- Born: Toronto, Ontario, Canada
- Education: Queen's University Ryerson Polytechnic University
- Occupations: Dating and relationship writer
- Spouse: Michael
- Website: pregnantish.com

= Andrea Syrtash =

Canadian-American relationship writer and broadcaster

Andrea Syrtash is a New-York based dating and relationship writer, online broadcaster, author, and founder of Pregnantish, a media platform for people experiencing infertility.

==Author==

Syrtash contributed to a number of titles published by Hundreds of Heads Books and served as the Special Editor of How to Survive the Real World (2006) and How to Survive Your In-Laws. She is the author of He's Just Not Your Type (And That's a Good Thing) (Rodale Books, 2010) and Cheat On Your Husband (With Your Husband) (Rodale Books, 2011). She is the co-author of It's Okay to Sleep with Him on the First Date (Harlequin Non-Fiction, July 2013).

==On-air personality==

Syrtash hosted ON Dating, produced by NBC Universal Digital Studios at 30 Rockefeller Center in New York City. She is the host of Love and Sex Videos for NBC iVillage and the co-host of Life Story Project for OWN: The Oprah Winfrey Network (Canada).

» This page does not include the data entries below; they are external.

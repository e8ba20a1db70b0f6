import type {
  AngleDimensions,
  ChannelDimensions,
  IDimensions,
  SectionDimensions,
  TaperedChannelDimensions,
  TaperedIDimensions,
  TeeDimensions,
  TubeDimensions,
  ValuesDimensions,
} from './dimensions';

/**
 * I: J = 2/3 b t_f³ + 1/3 (h − 2t_f) t_w³ + 2 α₁ D₁⁴ − 0.420 t_f⁴, D₁ the largest circle in the junction. El Darwish
 * and Johnston, Torsion of structural shapes, J. Struct. Div. ASCE 91 (1965); also in SCI P363. Within
 * 4 % of published values (root radii known; a radius found from a rounded mass adds 1 %).
 */
function torsionOfI(d: IDimensions): number {
  const { h, b, tw: t, tf: T } = d;
  return (2 / 3) * b * T ** 3 + ((h - 2 * T) * t ** 3) / 3 + 2 * junctionOfTee(d) - 0.42 * T ** 4;
}

/** Tee: half of that, and the free end of its stem: − 0.105 t_w⁴. Same source and accuracy. */
function torsionOfTee(d: TeeDimensions): number {
  const { h, b, tw: t, tf: T } = d;
  return (b * T ** 3 + (h - T) * t ** 3) / 3 + junctionOfTee(d) - 0.21 * T ** 4 - 0.105 * t ** 4;
}

/** α₁ D₁⁴ of a web that meets a flange in its middle. */
function junctionOfTee({ tw: t, tf: T, r }: IDimensions | TeeDimensions): number {
  const a =
    -0.042 + (0.2204 * t) / T + (0.1355 * r) / T - (0.0865 * r * t) / T ** 2 - (0.0725 * t ** 2) / T ** 2;
  return a * (((T + r) ** 2 + (r + 0.25 * t) * t) / (2 * r + T)) ** 4;
}

/**
 * I with tapered flanges, T₁ at the tip and T₂ at the web: (b − t)/6 (T₁ + T₂)(T₁² + T₂²) + 2/3 t T₂³ + 1/3 (h − 2T₂) t³ +
 * 2 α D⁴ − 4 V T₁⁴, with α of flanges that slope by 1 in 6 and V of the slope. El Darwish and Johnston as above. The
 * printed tables of European tapered I, 1.22 times the sum of bt³/3, lie 6 to 8 % above it.
 */
function torsionOfTaperedI({ h, b, tw: t, tf, r, slope: s, at }: TaperedIDimensions): number {
  const tip = tf - s * at;
  const T = tip + (s * (b - t)) / 2;
  const a =
    -0.0836 + (0.2536 * t) / T + (0.1268 * r) / T - (0.0806 * r * t) / T ** 2 - (0.0858 * t ** 2) / T ** 2;
  const F = r * s * (Math.sqrt(1 / s ** 2 + 1) - 1 - t / (2 * r || 1));
  const D = ((F + T) ** 2 + t * (r + t / 4)) / (F + r + T);
  const flanges = ((b - t) / 6) * (tip + T) * (tip ** 2 + T ** 2) + (2 / 3) * t * T ** 3;
  return flanges + ((h - 2 * T) * t ** 3) / 3 + 2 * a * D ** 4 - 4 * lossAtTip(s) * tip ** 4;
}

/** Channel: the same with α₃ and the circle D₃ of its corner; same source and accuracy. */
function torsionOfChannel({ h, b, tw: t, tf: T, r }: ChannelDimensions): number {
  return (2 / 3) * b * T ** 3 + ((h - 2 * T) * t ** 3) / 3 + 2 * junctionOfCorner(t, T, r) - 0.42 * T ** 4;
}

/**
 * Channel with tapered flanges, T₁ at the tip and T₂ at the web: (b − t)/6 (T₁ + T₂)(T₁² + T₂²) + 2/3 t T₂³ + 1/3 (h − 2T₂) t³
 * + 2 α₄ D₄⁴ − 2 V T₁⁴ − 0.21 T₂⁴, with α₄ of flanges that slope by 1 in 6 and D₄ the circle that touches both outer faces
 * and the root. El Darwish and Johnston as above, α₄ from memory; American channels within 4 % of printed values.
 */
function torsionOfTaperedChannel({ h, b, tw: t, tf, r, slope: s, at }: TaperedChannelDimensions): number {
  const tip = tf - s * at;
  const T = tip + s * (b - t);
  const a =
    -0.1325 + (0.3015 * t) / T + (0.14 * r) / T - (0.107 * r * t) / T ** 2 - (0.0956 * t ** 2) / T ** 2;
  const up = T + r * (Math.sqrt(1 + s ** 2) - s); // of the root's centre; t + r across
  const D = 2 * (t + 2 * r + up - Math.sqrt(2 * (t + 2 * r) * (up + r)));
  const flanges = ((b - t) / 6) * (tip + T) * (tip ** 2 + T ** 2) + (2 / 3) * t * T ** 3;
  return flanges + ((h - 2 * T) * t ** 3) / 3 + 2 * a * D ** 4 - 2 * lossAtTip(s) * tip ** 4 - 0.21 * T ** 4;
}

/** V: what the free tip of a flange that slopes by s loses, per T₁⁴; 0.105 where it does not slope. */
const lossAtTip = (s: number): number =>
  0.10504 - 0.1 * s + 0.0848 * s ** 2 - 0.06746 * s ** 3 + 0.05153 * s ** 4;

/** Angle: half a channel of one thickness; same source and accuracy. */
function torsionOfAngle({ h, b, t, r }: AngleDimensions): number {
  return (b * t ** 3 + (h - t) * t ** 3) / 3 + junctionOfCorner(t, t, r) - 0.21 * t ** 4;
}

/** α₃ D₃⁴ of a web that meets a flange at its end. */
function junctionOfCorner(t: number, T: number, r: number): number {
  const a =
    -0.0908 + (0.2621 * t) / T + (0.1231 * r) / T - (0.0752 * r * t) / T ** 2 - (0.0945 * t ** 2) / T ** 2;
  return a * (2 * (3 * r + t + T - Math.sqrt(2 * (2 * r + t) * (2 * r + T)))) ** 4;
}

/** Tube: I_t = p t³/3 + 4 A_h² t/p on the mid-line of the wall. EN 10210-2:2006 and EN 10219-2:2006, Annex B. */
function torsionOfTube({ h, b, t, ro, ri }: TubeDimensions): number {
  const corner = (4 - Math.PI) * ((ro + ri) / 2);
  const perimeter = 2 * (b - t + (h - t)) - 2 * corner;
  const enclosed = (b - t) * (h - t) - corner * ((ro + ri) / 2);
  return (t ** 3 * perimeter) / 3 + (4 * enclosed ** 2 * t) / perimeter;
}

/** Rectangle: long·short³ [1/3 − 0.21 n (1 − n⁴/12)], n = short/long. Roark's Formulas, 7th ed., Table 10.1; within 0.5 %. */
function torsionOfRectangle(h: number, b: number): number {
  const long = Math.max(h, b);
  const n = Math.min(h, b) / long;
  return long * (n * long) ** 3 * (1 / 3 - 0.21 * n * (1 - n ** 4 / 12));
}

/** St Venant torsion constant J (I_t), m⁴. */
export function torsionConstant(d: Exclude<SectionDimensions, ValuesDimensions>): number {
  switch (d.shape) {
    case 'i':
      return torsionOfI(d);
    case 'tapered_i':
      return torsionOfTaperedI(d);
    case 'channel':
      return torsionOfChannel(d);
    case 'tapered_channel':
      return torsionOfTaperedChannel(d);
    case 'tee':
      return torsionOfTee(d);
    case 'angle':
      return torsionOfAngle(d);
    case 'rhs':
    case 'shs':
      return torsionOfTube(d);
    case 'chs':
      return (Math.PI / 32) * (d.d ** 4 - (d.d - 2 * d.t) ** 4);
    case 'rectangle':
      return torsionOfRectangle(d.h, d.b);
    case 'round':
      return (Math.PI / 32) * d.d ** 4;
    case 'outline':
      return d.j;
  }
}

/** Mid-line sizes of a channel: flange length, depth, and the areas b t_f and h t_w. */
function midLine({ h, b, tw, tf }: ChannelDimensions | TaperedChannelDimensions) {
  const flange = b - tw / 2;
  const depth = h - tf;
  return { flange, depth, flangeArea: flange * tf, webArea: depth * tw };
}

/**
 * Shear centre of a channel, m from the back of its web, negative outside: −(3 b′² t_f/(h′t_w + 6 b′t_f) − t_w/2),
 * on the mid-lines (Timoshenko and Gere, Theory of Elastic Stability, 2nd ed., appendix).
 */
function channelShearCentre(d: ChannelDimensions | TaperedChannelDimensions): number {
  const { flange, flangeArea, webArea } = midLine(d);
  return d.tw / 2 - (3 * flange * flangeArea) / (webArea + 6 * flangeArea);
}

/**
 * Shear centre, m from the left edge: of a channel outside its web, of an angle where the mid-lines of its legs meet, else
 * at the centroid, from which only that of an unsymmetric outline could differ.
 */
export function shearCentreOf(d: SectionDimensions, centroid: number): number {
  if (d.shape === 'channel' || d.shape === 'tapered_channel') return channelShearCentre(d);
  return d.shape === 'angle' ? d.t / 2 : centroid;
}

/**
 * Warping constant I_w, m⁶. I: I_z (h − t_f)²/4. Channel: b′³h′²t_f/12 · (3b′t_f + 2h′t_w)/(6b′t_f + h′t_w), on the
 * mid-lines, root radii ignored: 3 to 8 % above the printed tables. Tee: b³t_f³/144 + (h − t_f/2)³t_w³/36 (Timoshenko and
 * Gere, appendix). Angles, closed and solid sections hardly warp: 0.
 */
export function warpingConstant(
  d: Exclude<SectionDimensions, ValuesDimensions>,
  minorSecondMoment: number,
): number {
  switch (d.shape) {
    case 'i':
    case 'tapered_i':
      return (minorSecondMoment * (d.h - d.tf) ** 2) / 4;
    case 'channel':
    case 'tapered_channel': {
      const { flange, depth, flangeArea, webArea } = midLine(d);
      const share = (3 * flangeArea + 2 * webArea) / (6 * flangeArea + webArea);
      return ((flange ** 3 * depth ** 2 * d.tf) / 12) * share;
    }
    case 'tee':
      return (d.b * d.tf) ** 3 / 144 + ((d.h - d.tf / 2) * d.tw) ** 3 / 36;
    case 'outline':
      return d.iw;
    default:
      return 0;
  }
}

She frequently appears in the media as a relationship expert source on shows including The View, The Today Show, CBS This Morning, CNN Headline News, On-Air with Ryan Seacrest, and on VH1.

==Spokesperson and speaker==

Syrtash has been a spokesperson and speaker for lifestyle brands including MSN Living, Schick Quattro for Women, and Movado.

==Personal life==

Syrtash grew up in Toronto, Ontario, Canada. She lives in Brooklyn, NY with her husband Michael.